The first hypothesis we will explore is that a difference in the amount of dialogue between the two parts of the text may give rise to several of the differences we have found. The paper will investigate whether this is the case. We will present an analysis of the vocabulary of both authors differentiating between dialogue, narrator's text, and erlebte Rede' (narrated monologue). We will also list other possibly differentiating elements and test whether these play a part in the contrast we discovered by using Yule's K and Burrows's Delta.

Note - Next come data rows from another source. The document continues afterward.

package api

import (
	"slices"
	"strconv"
	"strings"

	"regimed/regime/input"
	"regimed/units"
)

// Patterns of a quantity as text: a number before any letter, and where the
// quantity has a dimension a letter or sign of a unit after it. They let
// through what only the server can judge, and refuse nothing that it reads.
const (
	patternBare = `^[^0-9A-Za-z]*[0-9]`
	patternUnit = patternBare + "[\\s\\S]*[A-Za-z%‰°℃℉\u00b5\u03bc\u03a9\u2126]" // micro and ohm, each as sign and as letter
)

// quantity refers to the definition of a kind of quantity.
func (b *schemaBuilder) quantity(k units.Kind) OrderedMembers {
	return b.define(quantityName(k), func() OrderedMembers {
		bare := isBare(k)
		pattern := patternUnit
		if bare {
			pattern = patternBare
		}
		alternatives := []OrderedMembers{{{"type", "string"}, {"pattern", pattern}, {"maxLength", 300}}}
		if bare {
			alternatives = append(alternatives, OrderedMembers{{"type", "number"}, {"format", "double"}})
		}
		alternatives = append(alternatives, b.quantityValue(bare), b.quantityRange(bare))
		return OrderedMembers{
			{"title", plainTitle(k.String())},
			{"description", quantityText(k)},
			{"oneOf", alternatives},
			{"examples", quantityExamples(k)},
		}
	})
}

func quantityName(k units.Kind) string { return "Quantity" + camel(k.String()) }

// isBare reports whether a number without a unit is a quantity of the kind.
func isBare(k units.Kind) bool {
	_, err := units.FromNumber(1, k)
	return err == nil
}

func quantityText(k units.Kind) string {
	text := sentence(k.String()) + " A text with number and unit, as in \"" + k.Example() +
		"\", with ± or .. for an uncertain value; or an object with value and unit."
	if isBare(k) {
		return sentence(k.String()) + " A number; or a text, where % and ± or .. for an uncertain value may be used; or an object."
	}
	return text
}

// quantityValue refers to a quantity in parts: its value, unit and uncertainty.
func (b *schemaBuilder) quantityValue(bare bool) OrderedMembers {
	return b.parts(bare, "Value", "value in parts", "A value, alone or with one standard deviation: std, or percent of the value.", []string{"value"}, OrderedMembers{
		{"value", partSchema("The number, in the unit.")},
		{"std", partSchema("One standard deviation, in the unit.")},
		{"percent", partSchema("One standard deviation, in per cent of the value.")},
	})
}

// quantityRange refers to a quantity in parts: the two ends of a range.
func (b *schemaBuilder) quantityRange(bare bool) OrderedMembers {
	return b.parts(bare, "Range", "range in parts", "The two ends of a range, any value between them alike.", []string{"low", "high"}, OrderedMembers{
		{"low", partSchema("The lower end, in the unit.")},
		{"high", partSchema("The upper end, in the unit.")},
	})
}

func partSchema(doc string) OrderedMembers {
	return OrderedMembers{{"description", doc}, {"type", "number"}, {"format", "double"}}
}

// parts defines an object of numbers and a unit. Only a pure number may leave
// the unit out.
func (b *schemaBuilder) parts(bare bool, name, title, doc string, needed []string, numbers OrderedMembers) OrderedMembers {
	of := "Quantity"
	if bare {
		of = "Number"
	} else {
		needed = append(needed, "unit")
	}
	return b.define(of+name, func() OrderedMembers {
		unit := OrderedMembers{{"description", "The unit expression."}, {"type", "string"}, {"examples", []string{"mm", "kg/m3", "%"}}}
		return OrderedMembers{
			{"title", of + ", " + title},
			{"description", doc},
			{"type", "object"},
			{"properties", numbers.with("unit", unit)},
			{"required", needed},
			{"additionalProperties", false},
		}
	})
}

// quantityExamples are the two ways to write a typical quantity.
func quantityExamples(k units.Kind) []any {
	text := k.Example()
	number, unit, _ := strings.Cut(text, " ")
	x, err := strconv.ParseFloat(number, 64)
	if err != nil {
		return []any{text}
	}
	if unit == "" {
		return []any{x, text}
	}
	return []any{text, OrderedMembers{{"value", x}, {"unit", unit}}}
}

// examples are values that may stand in a field.
func examples(f *input.Field) []any {
	switch f.Type {
	case input.Quantity:
		return quantityExamples(f.Kind)[:1]
	case input.Number:
		return []any{exampleNumber(f.Rule, 0.05, 0.3, 1.4, 0.5, 2, 10, 100)}
	case input.Integer:
		return []any{exampleNumber(f.Rule, 1, 2, 3, 10, 0)}
	case input.Flag:
		return []any{true, false}
	case input.Choice:
		return []any{f.Options[0]}
	case input.Choices:
		return []any{f.Options[:min(2, len(f.Options))]}
	case input.Rows:
		return []any{[]any{exampleRow(f.Row)}}
	case input.Interval:
		return []any{[]string{"0 " + f.Kind.SI(), f.Kind.Example()}}
	}
	return []any{plainTitle(f.Name) + " of the case"}
}

// exampleNumber is the first candidate that the rule of a number allows.
func exampleNumber(rule string, candidates ...float64) float64 {
	for _, x := range candidates {
		if rule == "" || validate.Var(x, rule) == nil {
			return x
		}
	}
	return candidates[0]
}

// defaultOf is the default of a field where it is a value, and not a sentence.
func defaultOf(f *input.Field) (any, bool) {
	switch f.Type {
	case input.Quantity:
		_, err := units.Parse(f.Default, f.Kind)
		return f.Default, err == nil
	case input.Number, input.Integer:
		x, err := strconv.ParseFloat(f.Default, 64)
		return x, err == nil
	case input.Flag:
		x, err := strconv.ParseBool(f.Default)
		return x, err == nil
	case input.Choice:
		return f.Default, slices.Contains(f.Options, f.Default)
	case input.Choices:
		names := strings.Split(f.Default, ", ")
		for _, n := range names {
			if !slices.Contains(f.Options, n) {
				return nil, false
			}
		}
		return names, true
	}
	return nil, false
}

// exampleRow is an example of an object in a list: its first field, and the
// first pure number.
func exampleRow(row *input.Block) OrderedMembers {
	o := OrderedMembers{{row.Fields[0].Name, examples(row.Fields[0])[0]}}
	for _, f := range row.Fields {
		if f.Type == input.Number {
			return append(o, Member{f.Name, examples(f)[0]})
		}
	}
	return o
}

// serviceRange is a range that is meant as one of operation.
func serviceRange() OrderedMembers {
	return OrderedMembers{
		{"title", "Range of operation"},
		{"description", "The lowest and the highest value in service."},
		{"type", "object"},
		{"properties", OrderedMembers{
			{"low", partSchema("The lowest value, in the unit.")},
			{"high", partSchema("The highest value, in the unit.")},
			{"unit", OrderedMembers{{"description", "The unit expression."}, {"type", "string"}, {"examples", []string{"m/s"}}}},
			{"as", OrderedMembers{{"description", "What the range means."}, {"type", "string"}, {"const", "range"}}},
		}},
		{"required", []string{"low", "high", "unit", "as"}},
		{"additionalProperties", false},
	}
}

This qualitative phase in the research is meant to yield an overview of elements contributing to the (quantitative) contrast on the one hand, and to lead us to a list of key elements in the lexicon of the two authors on the other. The list of actual differences will be the input for a new quantitative and qualitative literary analysis of the character and voice of Penninc and Vostaert. Furthermore, we will look forward to the next purely quantitative step we hope to take, in which the results of the above can help us to establish a formula for authorship distinction in the genre of Middle Dutch Arthurian Romance, and help us, so to speak, to leap from the mining to the modelling of the differences.